During the supervision for pharmaceuticals, medical devices and cosmetics by Shanghai Municipal Medical Products Administration, the interview mechanism and relative regulation have been formed in order to strengthen the security supervision, determine the responsibility of enterprises, prevent illegal behaviors and security cases and practically protect public health. The specific regulation details of which are listed below by Donjin.
This interview mechanism is a meeting raised by Medical Products Administration with legal representatives, persons in charge or other responsible staffs from license holders of pharmaceuticals, registrants and recording persons of cosmetics, production and trading units of pharmaceuticals, medical devices and cosmetics, when there is a behavior violated laws and regulations or there is a hidden danger. The interview aims to prevent and control the risk, clear the hidden danger, give a hint or warning to supervise and urge the rectification. It shall be managed territorially, legally and efficiently.
The interview may be raised under these circumstances:
- When security cases of pharmaceuticals, medical devices and cosmetics occurs;
- when it might be proved that there is hidden danger and it hasn't been removed in time;
- when there might be a huge hidden danger that product is unqualified or with abnormal result under selective examination or risk motoring;
- when it was reported by people, exposed by media or when there are many cases under investigation or with big influence;
- when there is false registration document or there is reality doubt for clinical trial sample;
- when there is serious default in quality managing system and the rectification remains useless;
- when the recall for product is insufficient;
- when the credit evaluation is untrustworthy or highly untrustworthy;
- other circumstances which may be interviewed by laws and regulations.
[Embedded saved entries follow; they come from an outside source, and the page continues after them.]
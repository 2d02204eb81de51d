"use client";
import { LibraryForm } from "@/components/stones/library-form";
import { setStoneActiveAction } from "../actions";

/** Retire (or bring back) a stone set, with the reason the history keeps. */
export function ActiveForm({ stoneId, active }: { stoneId: string; active: boolean }) {
  return (
    <LibraryForm
      action={setStoneActiveAction}
      fields={[{ name: "reason", label: active ? "Why retire it? (required)" : "Why bring it back? (required)", kind: "textarea", wide: true }]}
      hidden={{ stoneId, active: active ? "false" : "true" }}
      submitLabel={active ? "Retire stone set" : "Bring back into use"}
      testId="stone-active-form"
    />
  );
}
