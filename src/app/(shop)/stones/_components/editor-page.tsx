import "server-only";
import { BackLink } from "@/components/ui/back-link";
import { orNotFound, pageActor } from "@/server/http/page";
import { getStoneDetail } from "@/server/stones/queries";
import { viewerUnits } from "@/server/units";

/** The stone an editor page works on, in the editor's units; without stones.edit the page goes back to the library. */
export async function loadStoneToEdit(stoneId: string) {
  const actor = await pageActor("stones.edit", "/stones");
  const [detail, units] = await Promise.all([orNotFound(getStoneDetail({ actor, stoneId })), viewerUnits(actor)]);
  return { ...detail, units };
}

export function BackToStone({ stone }: { stone: { id: string; code: string } }) {
  return <BackLink href={`/stones/${stone.id}`}>{stone.code}</BackLink>;
}
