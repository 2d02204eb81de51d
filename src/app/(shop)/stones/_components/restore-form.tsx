"use client";
import { LibraryForm } from "@/components/stones/library-form";
import { restoreVersionAction } from "../actions";

/** Restoring writes a new version with its own reason; nothing in the history is overwritten. */
export function RestoreForm({ stoneId, versionId, version }: { stoneId: string; versionId: string; version: number }) {
  return (
    <LibraryForm
      action={restoreVersionAction}
      fields={[{ name: "reason", label: "Why restore it? (required)", kind: "textarea", wide: true }]}
      hidden={{ stoneId, versionId }}
      submitLabel={`Restore version ${version}`}
      testId="restore-form"
    />
  );
}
Before the interview, the Medical Products Administration shall make a notification with name of the interviewer, issue, time, location and main participants delivered to the business unit of the interviewer.
During the interview, at least two supervisors from the Medical Products Administration shall take part in to form an interview, and arrange a special assistant to take notes for the interview. The host and others who take part in the interview shall sign on the interview note.
The content of the interview shall include notification of the question and hidden danger occurred, propaganda of relative laws and regulations, requirement for rectification, management circumstance and the statement of the interviewer.
After the interview, the Medical Products Administration shall make a administrative suggesting letter based on the fact or other relevant law enforcement documents ordering rectification within a time limit.
This regulation would be effective on the date of December 1st, 2020 and would be expire in 5 years.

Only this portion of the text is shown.